Хрусталия дышала и жила творчеством, высокими модами, ароматными духами и всем, что делало существование тонким, приятным и изысканным.
Жизнь здесь не неслась в бешеной погоне за своим же хвостом — она плавно вышагивала, никуда не торопясь и наслаждаясь каждым своим шажком.
Но это вовсе не значит, что никуда не неслись люди. Даже при самом спокойном раскладе жизни приходится бежать со всех ног, чтобы выключить утюг, который по какой-то невидимой причине все это время работал и уже начал прожигать гладильную доску. Или, например, никуда не денешься, если проспал на какое-то чрезвычайно важное мероприятие — тут уже приходится набирать скорость мартовского зайца, объевшегося стероидной морковки.
Мужчина набирал скорость еще похлеще и сломя голову летел по мощеным плиткой улицам. Его фигура проносилось меж тоненьких фонарей с худыми вытянутыми плафонами, заостренными сверху. Они горели желто-зеленым магическим светом и такими призрачными точками были словно разбросаны по улице — как потерянные звезды какого-нибудь творца, который обронил пару-другую светил и решил не возвращаться.
Через эти точки-фонари проносились магические потоки, невидимыми нитями текущие через пространство. Они и зажигали огонь в плафонах — это было магическое пламя, способное менять цвет буквально по щелчку пальцев. Вообще, магия, откровенно говоря, штука странная — по крайней мере, таковой она всегда была здесь. Зажигает фонари, заставляет работать дверные звонки, конфорки и механизмы разного рода, запускает глиняных големов, дарует жизнь ищейкам-гомункулам и делает много других полезных вещей. Но никаких тебе огненных шаров, никаких превращений людей в жаб, левитации и других будоражащих воображение способностей.
Если копать еще глубже в абстрактные понятия, то точечки-фонари пронизывали еще потоки времени. Все дело в том, что магия, время и материя — такие три эфемерных и образных кита, на которых держится мироздание. Тут, правда, многие задаются вопросом — а откуда взялись киты, если они — основа основ? Это как проблема курицы и яйца, хотя ответ на нее ясен, как солнечный денек на лужайке братца-кролика. Просто все почему-то забывают про динозавров…
Но, ладно, не об этом — оставим этот вопрос на корм седобородым философам. Так вот, три этих, скажем, силы, образуют весь мир. Но сами они состоят из стабильности и нестабильности — это что-то наподобие глины мироздания, или бумаги, или гипса. Тут все зависит от того, как кто это самое мироздание представляет… В любом случае, время на большую часть состоит из нестабильности с маленькой примесью стабильности, магия же — ровно наоборот, ну а в материи и того, и того пополам[3].

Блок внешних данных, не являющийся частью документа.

def crowded_bracket():
    """A steel bracket of our own, 600 x 300 mm, welded along its left edge: a 50 kN hanger load at the tip's
    mid-depth and 20 kN on the top edge, 30 voids (hexagons and bores, 36 and 44 mm) in six columns, the last one
    hard by the tip's arrow."""
    from shapely.geometry import Polygon

    panel = model.Panel(width_mm=600.0, height_mm=300.0, thickness_mm=12.0, material=model.Material(210000.0, 0.3),
                        supports=(model.Support(((0.0, 0.0), (0.0, 300.0)), "xy"),),
                        loads=(model.PointLoad((600.0, 150.0), (0.0, -50e3)), model.PointLoad((300.0, 300.0),
                                                                                               (0.0, -20e3))),
                        name="crowded bracket")
    voids = []
    for i, x in enumerate((70.0, 170.0, 270.0, 370.0, 470.0, 570.0)):
        for j, y in enumerate((45.0, 97.0, 150.0, 203.0, 255.0)):
            d = 44.0 if (i + j) % 2 else 36.0
            vid = f"V{len(voids) + 1}"
            if (i + j) % 3:
                corners = [(x + d / 2 * math.cos(math.radians(60 * k)), y + d / 2 * math.sin(math.radians(60 * k)))
                           for k in range(6)]
                voids.append(model.Void(vid, "polygon", (x, y), d, Polygon(corners), sides=6, length_mm=d))
            else:
                voids.append(model.Void(vid, "bore", (x, y), d, Point(x, y).buffer(d / 2, 64)))
    return panel, voids


def test_labels_on_the_sheet_overlap_no_label_load_arrow_or_void():
    # The crowded bracket's sheet, as a shop gets it: every void id, load figure and ordinate read back from the
    # written SVG and measured with the font itself. No two overlap; none covers a load arrow; none covers a void
    # outline (a void's id may stand inside its own void, clear of its outline).
    panel, voids = crowded_bracket()
    svg = result_sheet.result_svg(panel, Grid(nx=60, ny=30, dx=10.0, dy=10.0), voids=voids, underlay="made")
    boxes = lettering_boxes(svg)
    by_group = {g for _, _, g, _ in boxes}
    assert {"lacuna-note", "loads", "lacuna-dim"} <= by_group
    assert sorted(t for _, t, g, _ in boxes if g == "loads") == ["20 kN", "50 kN"]
    assert len([1 for _, _, g, _ in boxes if g == "lacuna-note"]) == len(voids)
    for i, (a, text_a, group_a, _) in enumerate(boxes):
        for b, text_b, group_b, _ in boxes[i + 1:]:
            assert not a.intersects(b), f"{group_a} {text_a!r} overlaps {group_b} {text_b!r}"
    arrows = arrow_shapes(svg)
    assert len(arrows) == 4  # two shafts, two heads
    for lettering, text, group, owner in boxes:
        assert not any(lettering.intersects(arrow) for arrow in arrows), f"{group} {text!r} covers an arrow"
        for v in voids:
            if v.id == owner and v.shape.buffer(-1e-6).contains(lettering):
                continue  # inside its own void
            assert not lettering.intersects(v.shape), f"{group} {text!r} covers void {v.id}"


def test_a_long_run_of_ordinates_stays_between_the_heading_and_the_legend():
    # 40 bores of our own at 40 different heights on a 600 x 300 plate (1:5, 60 mm high on paper): their y
    # ordinates need more room than the panel's side; the lettering keeps to the sheet's room (under the heading,
    # which ends 8 + 15 mm from the sheet's top edge, toolkit/write/sheet.py MARGIN and HEADING, our layout), does
    # not overlap, and still names every centre.
    panel, _ = crowded_bracket()
    voids = []
    for k in range(40):
        c = (40.0 + 13.0 * k, 12.0 + 6.9 * k)
        voids.append(model.Void(f"V{k + 1}", "bore", c, 10.0, Point(c).buffer(5.0, 32)))
    svg = result_sheet.result_svg(panel, Grid(nx=60, ny=30, dx=10.0, dy=10.0), voids=voids, underlay="made")
    a, _, _, d, e, f = (float(v) for v in re.fullmatch(r"matrix\(([^)]*)\)", groups(svg)["drawing"].get("transform"))
                        .group(1).split())
    legend_top = min(float(t.get("y")) for t in groups(svg)["legend"].iter(f"{SVG}text")) - 3.0
    dims = [(b, text) for b, text, group, _ in lettering_boxes(svg) if group == "lacuna-dim"]
    assert len(dims) == 2 * 41  # x and y of 40 centres and the datum's two zeros
    for b, text in dims:
        x0, y0, x1, y1 = b.bounds
        top, bottom = f + d * y1, f + d * y0  # paper y grows downwards
        assert top >= 8.0 + 15.0 and bottom <= legend_top, text
    for i, (b, text) in enumerate(dims):
        assert not any(b.intersects(other) for other, _ in dims[i + 1:]), text
    shown = set(re.findall(r'data-ordinate="y ([-\d.]+)"', svg))
    assert shown == {f"{v.centre[1]:.0f}" for v in voids} | {"0"}


def test_the_result_sheet_is_the_panel_as_made_with_ordinates_and_the_layout_a_figure_of_its_own(tmp_path):
    # The demo through optimize: the result sheet shows the panel as it will be made (no density cells, no
    # freeform outlines) with an ordinate from the datum to every void's centre, x and y, in the drawing's unit;
    # the optimiser's densities and freeform voids go to the layout figure.
    import json
    import re
    from pathlib import Path

    from toolkit.api import demo_files, optimize_file

    dxf, toml = demo_files()
    outcome = optimize_file(dxf, toml, out_dir=tmp_path / "out")
    stem = Path(dxf).stem
    sheet = (tmp_path / "out" / f"{stem}-result.svg").read_text()
    layout = (tmp_path / "out" / f"{stem}-layout.svg").read_text()
    assert 'data-underlay="made"' in sheet and 'data-underlay="density"' in layout
    assert 'id="density"' not in sheet and 'id="made"' in sheet
    def freeform_paths(svg: str) -> int:
        root = ET.fromstring(svg)
        (group,) = [g for g in root.iter("{http://www.w3.org/2000/svg}g") if g.get("id") == "lacuna-freeform"]
        return len(list(group))

    assert freeform_paths(sheet) == 0 and freeform_paths(layout) > 0
    # ... and the sheet's key does not list what it does not show.
    assert "layer LACUNA-FREEFORM" not in sheet and "layer LACUNA-FREEFORM" in layout
    ordinates = set(re.findall(r'data-ordinate="([xy]) ([-\d.]+)"', sheet))
    voids = json.loads((tmp_path / "out" / f"{stem}-optimize.json").read_text())["voids"]
    assert voids
    for v in voids:
        # The drawing's frame may differ from the panel's local frame only by a shift and turn; the demo's is
        # the local one, so its centres are the ordinates (to the nearest mm, as written).
        assert ("x", f"{v['centre'][0]:.0f}") in ordinates, v["id"]
        assert ("y", f"{v['centre'][1]:.0f}") in ordinates, v["id"]
    assert 'data-datum="1"' in sheet
    assert f"{stem}-layout.svg" in {Path(p).name for p in outcome.summary["outputs"]}
    # The key lists a family's layer only where the sheet has voids of it, and the rule markers only where there
    # are some; the empty layers' groups stay in the file (to toggle in a viewer).
    families = {v["family"] for v in voids}
    for family, layer in (("polygon", "LACUNA-VOID-POLYGON"), ("slot", "LACUNA-VOID-SLOT"),
                          ("bore", "LACUNA-VOID-BORE")):
        for svg in (sheet, layout):
            assert (f"layer {layer}" in svg) == (family in families), (family, families)
            assert f'id="{layer.lower()}"' in svg
    assert families != {"polygon", "slot", "bore"}  # so the test sees a family left out
    assert outcome.summary["rules"]["violations"] == [] and "layer LACUNA-CHECK" not in sheet


def test_rule_markers_labels_keep_off_each_other_and_the_void_ids():
    # Markers of our own in a close diagonal run (each label's first spot, up and to the right of its ring, would
    # sit on the next marker's label), beside a void whose id stands where the first label would go: every label
    # goes through the sheet's one placer, so no two labels overlap, nor a label and a ring.
    from shapely.geometry import Point as P

    from toolkit.model import Material, Panel, Support, Void
    from toolkit.write.labels import Labels, text_box
    from toolkit.write.result_sheet import LABEL_SIZE, MARKER_SIZE, _label_spots, _marker_spots, label_box
    from toolkit.write.sheet import Figure
    from toolkit.write.shapes import Marker

    panel = Panel(width_mm=3000, height_mm=1000, thickness_mm=20, element_size_mm=25,
                  material=Material(E_MPa=210000, nu=0.3), supports=(Support(((0, 0), (0, 1000)), "xy"),),
                  name="markers")
    fig = Figure(panel)
    step = fig.paper(6.0)  # six paper mm apart along the diagonal: the labels are some 18 paper mm long
    markers = [Marker((1200.0 + k * step, 400.0 + k * step), "min_web 42 < 60") for k in range(4)]
    void = Void(id="V1", family="bore", centre=(1230.0, 560.0), size_mm=60.0,
                shape=P(1230.0, 560.0).buffer(30.0, quad_segs=16))
    labels = Labels(fig)
    labels.block(void.shape, owner="V1")
    (id_at, _), = _label_spots(fig, [void], LABEL_SIZE, labels)
    placed = _marker_spots(fig, markers, labels)
    boxes = [label_box(fig, "V1", id_at, LABEL_SIZE)] + [
        text_box(fig, m.label, at, MARKER_SIZE, anchor=anchor) for m, (_, at, anchor) in zip(markers, placed)]
    rings = [P(m.where).buffer(r) for m, (r, _, _) in zip(markers, placed)]
    for i, a in enumerate(boxes):
        assert not any(a.intersects(b) for b in boxes[i + 1:]), i
        assert not any(a.intersects(ring) for ring in rings), i
    # ... where every label on its first spot would not do: the run needs the placer.
    first = [text_box(fig, m.label, (m.where[0] + d, m.where[1] + d), MARKER_SIZE)
             for m, d in ((m, r * math.sqrt(0.5) + fig.paper(0.5)) for m, (r, _, _) in zip(markers, placed))]
    assert any(a.intersects(b) for i, a in enumerate(first) for b in first[i + 1:] + rings[i + 1:])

Поэтому время изменить практически невозможно. Материю — можно, но только если приложить усилие (киньте вазу на пол, и она разобьется. Не кидайте — и она останется целой). А с магией можно вообще делать что угодно, использовать ее как пластилин — все благодаря большому содержанию нестабильности.
Но от столь важных абстрактных понятий мы возвращаемся к вещам весьма реальным, словно бы в обратной перемотке. От нестабильности и стабильности к незримым потокам магии, от них — к точечкам-фонарям, а от них — к бегущему человеку.
Приблизившись и вновь поставив невидимую пленку вселенной на прямое проигрывание, оборванное повествование возобновляется.
Диафрагм Шляпс продолжал лететь, сломя ноги. Он придерживал небольшую кожаную сумку через плечо, словно боялся, что оттуда выпадет невероятно важный и ценный нелегальный товар.
Надо сказать, бежал Шляпс относительно медленно — он терпеть не мог пробежки и любой другой спорт (даже вынужденный), который основывался на этом самом беге. Поймав Диафрагма в научный изолятор, можно было бы выявить новую болезнь — бегофобию. Но такой ерундой, благо, никто не занимался.
— Мужчина! — окликнул его чей-то голос. Чисто теоретически, фраза могла быть кинута любому другому человеку, но на улочке было только двое — бегущий и кричащий. — А не подскажете, сколько времени?
Диафрагм ненавидел, нет, даже презирал этот вопрос. Бегущий затормозил и ткнул рукой в шляпу. В его котелке, поля которого недожаренным блином свисали вниз, торчали небольшие и работающие часы — они были встроены прямо в головной убор. Чего только не сделаешь, чтобы люди не доставали глупыми вопросами.
Шляпс замер на несколько секунд и, прижав сумку к телу, снова рванул вперед. За ним погналось эхо от кинутого вслед «Спасибо!». Мужчина даже не оглянулся, чтобы ответить элементарное «Не за что», или хотя бы кивнуть.
И хорошо, что он не сделал этого, иначе бы впечатался в столб. Но все же, что называется, за секунду до, Диафрагм обогнул фонарь. Вся остальная дорога слилась в один скоростной мазок по кривой траектории, и остановился Шляпс только тогда, когда преодолел ступеньки крыльца и настиг определенной двери.
Тяжело дыша, мужчина запустил руку в сумку и принялся что-то нащупывать. Удостоверившись, что это что-то там есть, Шляпс поправил шляпу и нажал на магический дверной замок. Незримые потоки магии завихрились, своей энергией приводя механизм в действие.
Раздалась ажурная мелодия, напоминающая увертюру какого-нибудь балета.
С минуту ничего не происходило — потом дверь, как ей и положено, открылась. Диафрагм машинально шагнул в дом с очень узким фасадом, не удосужившись дождаться приглашения.
В прихожей он также машинально скинул шляпу, положив ее на первую полку, попавшуюся на глаза. Шляпс даже не спросил разрешения — в конце концов, его позвали сюда работать, так что головной убор он уж точно может положить туда, куда вздумается.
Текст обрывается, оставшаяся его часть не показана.